Material Recovery Facility Transforming Jammu Into Clean, Green City

Jammu, May 22: Jammu city is rapidly transforming into a “clean and green city”, with noticeable improvements in cleanliness in streets, footpaths, flyovers and residential areas.
The city is making significant progress towards achieving zero waste and at the forefront of this positive change is the Material Recovery Facility (MRF), also known as the ‘Swachhta Kendra’ (cleanliness centre), established in 2021.
The first-ever MRF in Jammu and Kashmir on the outskirts of the city operates under the collaboration of the Regional and Urban Development Agency (RUDA) and the Jammu Municipal Corporation (JMC). It employs a sustainable approach to integrated plastic waste management and efficient recycling within the city.
“This MRF in Jammu is the first of its kind. We have established it in partnership with the Jammu Municipal Corporation. It has been operational for almost three years now, with a daily capacity to handle five tonnes of waste. Currently, we collect, segregate, and recycle approximately 150 to 200 tonnes of trash every month,” Sajeev Arora, Chief Executive Officer (CEO) of RUDA, said.
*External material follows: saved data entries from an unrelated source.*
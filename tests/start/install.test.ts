import { expect, it } from 'vitest';
import { installedMatches } from '../../server/start/install.mjs';

const pack = (version: string, more = {}) => ({ version, integrity: `sha512-${version}`, ...more });
const wanted = {
  packages: {
    '': {},
    'node_modules/a': pack('1.0.0'),
    'node_modules/b': pack('2.0.0', { optional: true }),
  },
};
const installed = (packages: Record<string, object>) => installedMatches(wanted, { packages });

it.each<[string, Record<string, object>, boolean]>([
  ['everything', { 'node_modules/a': pack('1.0.0'), 'node_modules/b': pack('2.0.0') }, true],
  ['all but another platform’s', { 'node_modules/a': pack('1.0.0') }, true],
  ['nothing', {}, false],
  ['another version', { 'node_modules/a': pack('1.0.1') }, false],
  ['another content', { 'node_modules/a': pack('1.0.0', { integrity: 'sha512-other' }) }, false],
  ['another optional version', { 'node_modules/a': pack('1.0.0'), 'node_modules/b': pack('2.1.0') }, false],
  ['one too many', { 'node_modules/a': pack('1.0.0'), 'node_modules/c': pack('1.0.0') }, false],
])('compares the lock file with %s', (_what, packages, matches) => expect(installed(packages)).toBe(matches));
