import { z } from 'zod';
import { ABSOLUTE } from './absolute';

/** How sure the product is of a value; everything but `read` is on the list to verify before clinical use. */
export const CERTAINTIES = ['read', 'secondary', 'from-memory', 'common-practice', 'ours'] as const;
export type Certainty = (typeof CERTAINTIES)[number];

const common = {
  unit: z.string(),
  source: z.string().min(1),
  certainty: z.enum(CERTAINTIES),
  label: z.string().min(1),
};

/** A number with the range a hospital may choose from; ends included. */
const numberEntrySchema = z
  .strictObject({ type: z.literal('number'), value: z.number(), min: z.number(), max: z.number(), ...common })
  .refine((entry) => entry.min <= entry.value && entry.value <= entry.max, {
    error: 'the value is outside its own range',
    path: ['value'],
  });

/** One of a few words. */
const choiceEntrySchema = z
  .strictObject({
    type: z.literal('choice'),
    value: z.string(),
    choices: z.array(z.string()).min(1),
    ...common,
  })
  .refine((entry) => entry.choices.includes(entry.value), {
    error: 'the value is none of its choices',
    path: ['value'],
  });

const entrySchema = z.union([numberEntrySchema, choiceEntrySchema]);
const sectionSchema = z.strictObject({
  label: z.string().min(1),
  entries: z.record(z.string(), entrySchema),
});

export type NumberEntry = z.infer<typeof numberEntrySchema>;
export type ChoiceEntry<Choice extends string = string> = Omit<z.infer<typeof choiceEntrySchema>, 'value'> & {
  value: Choice;
};
export type RulebookEntry = NumberEntry | ChoiceEntry;
export type RulebookSection = { label: string; entries: Record<string, RulebookEntry> };

/** One numbered edition of a hospital's limits; `hash` is the SHA-256 of its stored text. */
export type Rulebook = { number: number; hash?: string; sections: Record<string, RulebookSection> };

/** Entries that the database bounds too: no rulebook may go past them. */
const LAST_RESORT: [section: string, entry: string, most: number][] = [
  ['maintenance', 'ceilingBoys', ABSOLUTE.maintenanceMlPer24h],
  ['maintenance', 'ceilingGirls', ABSOLUTE.maintenanceMlPer24h],
  ['bolus', 'brimMl', ABSOLUTE.bolusMl],
  ['bolus', 'brimMlPerKg', ABSOLUTE.bolusMlPerKg],
];

export const rulebookSchema = z
  .strictObject({
    number: z.int().min(1),
    hash: z.string().optional(),
    sections: z.record(z.string(), sectionSchema),
  })
  .superRefine((rulebook, check) => {
    for (const [section, entry, most] of LAST_RESORT) {
      const value = rulebook.sections[section]?.entries[entry]?.value;
      if (typeof value !== 'number' || value <= most) continue;
      check.addIssue({
        code: 'custom',
        path: ['sections', section, 'entries', entry, 'value'],
        message: `at most ${most}`,
      });
    }
  });

const numberText = z.string().regex(/^-?(0|[1-9]\d*)(\.\d+)?$/);
const storedSchema = z.object({
  number: z.int(),
  sections: z.record(
    z.string(),
    z.object({
      label: z.string(),
      entries: z.record(z.string(), z.looseObject({ type: z.string(), value: z.string() })),
    }),
  ),
});

const NUMBERS = ['value', 'min', 'max'] as const;

/** The rulebook as it is stored and hashed, with every number a decimal string; hand it to `canonicalText`. */
export function rulebookContent(rulebook: Rulebook): Record<string, unknown> {
  const texts = (entry: RulebookEntry) =>
    entry.type === 'number'
      ? { ...entry, value: String(entry.value), min: String(entry.min), max: String(entry.max) }
      : entry;
  const sections = Object.entries(rulebook.sections).map(([name, section]) => [
    name,
    { label: section.label, entries: mapValues(section.entries, texts) },
  ]);
  return { number: rulebook.number, sections: Object.fromEntries(sections) as unknown };
}

/** Reads what `rulebookContent` made; throws a ZodError where the text is no rulebook. */
export function parseRulebook(content: unknown): Rulebook {
  const stored = storedSchema.parse(content);
  const sections = mapValues(stored.sections, (section) => ({
    label: section.label,
    entries: mapValues(section.entries, numbersOf),
  }));
  return rulebookSchema.parse({ number: stored.number, sections });
}

function numbersOf(entry: Record<string, unknown>): Record<string, unknown> {
  if (entry.type !== 'number') return entry;
  const numbers = NUMBERS.map((key) => [key, Number(numberText.parse(entry[key]))]);
  return { ...entry, ...(Object.fromEntries(numbers) as Record<string, number>) };
}

function mapValues<A, B>(record: Record<string, A>, change: (value: A) => B): Record<string, B> {
  return Object.fromEntries(Object.entries(record).map(([key, value]) => [key, change(value)]));
}
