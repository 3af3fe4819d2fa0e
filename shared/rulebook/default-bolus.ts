import { MEMORY, NG29, number, OURS, PRACTICE, section } from './entry';
import type { Certainty } from './document';

const HIGHLAND: [string, Certainty] = ['MSF and NHS Highland', 'read'];
const IRISH: [string, Certainty] = ["Irish paediatric formulary, Perth Children's Hospital", 'read'];
const CENTRAL: [string, Certainty] = ["Perth Children's Hospital", 'read'];
const RCH: [string, Certainty] = ["Royal Children's Hospital Melbourne", 'read'];
const KOLETZKO: [string, Certainty] = ['Koletzko', 'read'];

export const bolus = section('Bolus for shock', {
  childMlPerKg: number(10, 'mL/kg', [5, 20], 'Proposed dose', NG29),
  carefulMlPerKg: number(5, 'mL/kg', [2, 10], 'Proposed dose with heart, kidney or albumin trouble', NG29),
  newbornMlPerKg: number(10, 'mL/kg', [5, 20], 'Proposed dose, newborn', NG29),
  cautionMlPerKg: number(10, 'mL/kg', [5, 20], 'Caution above, from 28 days', NG29),
  overMinutes: number(10, 'min', [5, 30], 'Given over at most, else caution', NG29),
  brimMlPerKg: number(20, 'mL/kg', [5, 20], 'Brim of one dose by weight', NG29),
  brimMl: number(500, 'mL', [100, 500], 'Brim of one dose', PRACTICE),
  totalSenior: number(40, 'mL/kg/24 h', [20, 60], 'All boluses of 24 h: senior from', NG29),
  totalAdvice: number(60, 'mL/kg/24 h', [40, 80], 'All boluses of 24 h: a named advice above', NG29),
  totalHours: number(24, 'h', [24, 24], 'Boluses count for', NG29),
  pumpMost: number(999, 'mL/h', [99, 1200], 'A pump runs at most', PRACTICE),
  minutesMost: number(60, 'min', [10, 120], 'Longer than this is no bolus: brim', OURS),
});

export const circulating = section('Circulating volume', {
  newborn: number(85, 'mL/kg', [60, 100], 'Term newborn', ['textbook range', 'read']),
  infant: number(75, 'mL/kg', [60, 100], 'Under 1 year', ['textbook range', 'read']),
  child: number(72, 'mL/kg', [60, 100], 'To 12 years', ['textbook range', 'read']),
  older: number(68, 'mL/kg', [60, 100], 'From 12 years', ['textbook range', 'read']),
  infantUntilYears: number(1, 'years', [1, 1], 'Infant means younger than', ['textbook range', 'read']),
  childUntilYears: number(12, 'years', [10, 14], 'Child means younger than', ['textbook range', 'read']),
});

export const potassium = section('Potassium', {
  peripheralMost: number(40, 'mmol/L', [20, 60], 'Concentration by peripheral line: brim above', HIGHLAND),
  peripheralPerKg: number(0.2, 'mmol/kg/h', [0.1, 0.5], 'All fluids, peripheral: brim above', IRISH),
  peripheralPerHour: number(10, 'mmol/h', [5, 20], 'All fluids, peripheral: brim above', IRISH),
  centralPerKg: number(0.5, 'mmol/kg/h', [0.2, 0.5], 'All fluids, central: senior up to, then brim', CENTRAL),
  centralPerHour: number(20, 'mmol/h', [10, 20], 'All fluids, central: senior up to, then brim', MEMORY),
  bagAbove: number(5, 'mmol/L', [5, 10], 'A potassium bag carries more than', OURS),
  serumSenior: number(5.5, 'mmol/L', [5, 6], 'Blood potassium: senior above', RCH),
  serumBrim: number(6, 'mmol/L', [5.5, 6.5], 'Blood potassium: brim above', RCH),
  resultHours: number(24, 'h', [4, 24], 'A potassium result counts for', RCH),
  newbornHours: number(24, 'h', [24, 72], 'Newborn: none before', RCH),
});

export const glucose = section('Glucose', {
  newbornCaution: number(12, 'mg/kg/min', [6, 13], 'Newborn: caution above', KOLETZKO),
  newbornLeast: number(3, 'mg/kg/min', [0, 6], 'Newborn, nil by mouth: caution below', KOLETZKO),
  infantCaution: number(8, 'mg/kg/min', [4, 13], '28 days to 2 years: caution above', KOLETZKO),
  infantLeast: number(2, 'mg/kg/min', [0, 6], '28 days to 2 years, nil by mouth: caution below', MEMORY),
  brim: number(13, 'mg/kg/min', [8, 15], 'To 2 years: brim above', MEMORY),
  untilYears: number(2, 'years', [1, 5], 'Rate lines hold until', KOLETZKO),
  noneUnderYears: number(1, 'years', [1, 5], 'Fluid without glucose: caution under', PRACTICE),
  peripheralPercent: number(12.5, '%', [10, 12.5], 'By peripheral line: brim above', ['Leeds', 'read']),
});

export const osmolarity = section('Osmolarity of the mixture', {
  peripheralSenior: number(900, 'mOsm/L', [600, 900], 'By peripheral line: senior above', [
    'ASPEN 2014',
    'read',
  ]),
  peripheralBrim: number(1000, 'mOsm/L', [800, 1000], 'By peripheral line: brim above', [
    'ASPEN 2014',
    'read',
  ]),
});
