import type { Certainty, ChoiceEntry, NumberEntry, RulebookEntry } from './document';

type Provenance = [source: string, certainty: Certainty];

export const HOLLIDAY: Provenance = ['Holliday & Segar 1957', 'read'];
export const WHO: Provenance = ['WHO Pocket Book 2013', 'read'];
export const NG29: Provenance = ['NICE NG29', 'read'];
export const PRACTICE: Provenance = ['common practice', 'common-practice'];
export const OURS: Provenance = ['ours', 'ours'];
export const MEMORY: Provenance = ['from memory', 'from-memory'];

/** A rulebook number: value, unit, the range a hospital may choose, what it means, where it is from. */
export const number = (
  value: number,
  unit: string,
  [min, max]: [min: number, max: number],
  label: string,
  [source, certainty]: Provenance,
): NumberEntry => ({ type: 'number', value, unit, min, max, source, certainty, label });

/** A rulebook choice among a few words. */
export const choice = <const Choice extends string>(
  value: Choice,
  choices: readonly Choice[],
  label: string,
  [source, certainty]: Provenance,
): ChoiceEntry<Choice> => ({
  type: 'choice',
  value,
  choices: [...choices],
  unit: '',
  source,
  certainty,
  label,
});

/** A section with the names of its entries kept in its type. */
export const section = <Entries extends Record<string, RulebookEntry>>(
  label: string,
  entries: Entries,
): { label: string; entries: Entries } => ({ label, entries });
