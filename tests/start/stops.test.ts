import { expect, it } from 'vitest';
import { makeStops } from '../../server/start/stops';

it('closes in the reverse order of opening, once', async () => {
  const closed: string[] = [];
  const stops = makeStops(() => undefined);
  stops.onStop(() => closed.push('lock'));
  await stops.track(Promise.resolve('cluster'), (name) => closed.push(name));
  await stops.track(Promise.resolve('server'), (name) => closed.push(name));
  await Promise.all([stops.stopAll(), stops.stopAll()]);
  await stops.stopAll();
  expect(closed).toEqual(['server', 'cluster', 'lock']);
});

it('goes on closing after one that fails, and reports it', async () => {
  const closed: string[] = [];
  const reported: unknown[] = [];
  const stops = makeStops((error) => reported.push(error));
  stops.onStop(() => closed.push('cluster'));
  stops.onStop(() => Promise.reject(new Error('stuck')));
  await stops.stopAll();
  expect(closed).toEqual(['cluster']);
  expect(reported).toEqual([new Error('stuck')]);
});

it('closes what was still opening when the stop came', async () => {
  const closed: string[] = [];
  const stops = makeStops(() => undefined);
  let open: (name: string) => void = () => undefined;
  const opening = new Promise<string>((resolve) => (open = resolve));
  let wentOn = false;
  void stops.track(opening, (name) => closed.push(name)).then(() => (wentOn = true));
  const stopping = stops.stopAll();
  open('cluster');
  await stopping;
  expect(closed).toEqual(['cluster']);
  expect(wentOn).toBe(false);
});

it('has nothing to close of what failed to open', async () => {
  const stops = makeStops(() => expect.unreachable());
  await expect(stops.track(Promise.reject(new Error('no port')), () => expect.unreachable())).rejects.toThrow(
    'no port',
  );
  await stops.stopAll();
});
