import type { DEFAULT_SECTIONS } from './default';
import { DEFAULT_SECTIONS as KNOWN } from './default';
import type { Rulebook } from './document';

type Known = typeof DEFAULT_SECTIONS;
export type SectionName = keyof Known;

/** The values of every section, by name; units stand in the rulebook's entries. */
export type RuleValues = {
  [S in SectionName]: {
    [E in keyof Known[S]['entries']]: Known[S]['entries'][E] extends { value: infer V } ? V : never;
  };
};

/** A rulebook opened for reading: plain values, and where each of them is from. */
export type OpenRulebook = {
  number: number;
  values: RuleValues;
  sources: { [S in SectionName]: { [E in keyof Known[S]['entries']]: string } };
  /** Sections that are absent or lack an entry this edition reads. */
  silent: ReadonlySet<SectionName>;
};

const opened = new WeakMap<Rulebook, OpenRulebook>();

/** Opens a rulebook once; later calls with the same object are a look-up. */
export function openRulebook(rulebook: Rulebook): OpenRulebook {
  const known = opened.get(rulebook);
  if (known) return known;
  const open = read(rulebook);
  opened.set(rulebook, open);
  return open;
}

/** The values of a rulebook that must hold the section; throws RangeError where it is silent. */
export function ruleValues<S extends SectionName>(rulebook: Rulebook, section: S): RuleValues[S] {
  const open = openRulebook(rulebook);
  if (open.silent.has(section))
    throw new RangeError(`rulebook ${rulebook.number} says nothing of ${section}`);
  return open.values[section];
}

/** The first of the sections a kind needs that this rulebook lacks. */
export const silentOn = (open: OpenRulebook, needed: readonly SectionName[]): SectionName | undefined =>
  open.silent.size === 0 ? undefined : needed.find((section) => open.silent.has(section));

function read(rulebook: Rulebook): OpenRulebook {
  const values: Record<string, Record<string, number | string>> = {};
  const sources: Record<string, Record<string, string>> = {};
  const silent = new Set<SectionName>();
  for (const name of Object.keys(KNOWN) as SectionName[]) {
    const entries = rulebook.sections[name]?.entries ?? {};
    const wanted = Object.entries(KNOWN[name].entries) as [string, { type: string }][];
    if (wanted.some(([key, { type }]) => entries[key]?.type !== type)) silent.add(name);
    const present = wanted.flatMap(([key]) => (entries[key] ? [[key, entries[key]] as const] : []));
    values[name] = Object.fromEntries(present.map(([key, entry]) => [key, entry.value]));
    sources[name] = Object.fromEntries(present.map(([key, entry]) => [key, entry.source]));
  }
  return {
    number: rulebook.number,
    values: values as RuleValues,
    sources: sources as OpenRulebook['sources'],
    silent,
  };
}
Equipped with state-of-the-art technology, the MRF collects, separates, and processes dry waste before sending it to recycling centres. As a result, it significantly contributes to the reduction of carbon emissions and the effort is to make the city clean and green, he said.
“To date, we have collected 7,000 metric tonnes of plastic waste, which we have successfully segregated and recycled. From an environmental perspective, every kilogram of plastic waste collected indirectly prevents three kilograms of carbon emissions. Through our efforts, we have already reduced 20,000 to 22,000 metric tonnes of carbon emissions in the atmosphere,” Arora said.
The city corporation employs sanitation workers who collect segregated wet and dry waste from households and public areas. The waste is then either transported directly to the MRF or delivered to mini-sorting stations for further segregation and recycling, he said.
Arora said the waste collection system also has led to a positive economic impact.
“We engage waste collectors, whose livelihoods depend on trash collection. They sell the waste to the MRF, enabling us to purchase the trash from them. Currently, we have 450 rag pickers and waste pickers, known as ‘safaie mitras,’ who are connected to the project.” Arora said they will be setting up a material recycling centre soon in the city.
“The RUDA is in the process of setting up its material recycling centre to convert plastic waste into products and orders for procurement of machines have been placed with the exception to install them within a period of a month and a half,” he said. (Agencies)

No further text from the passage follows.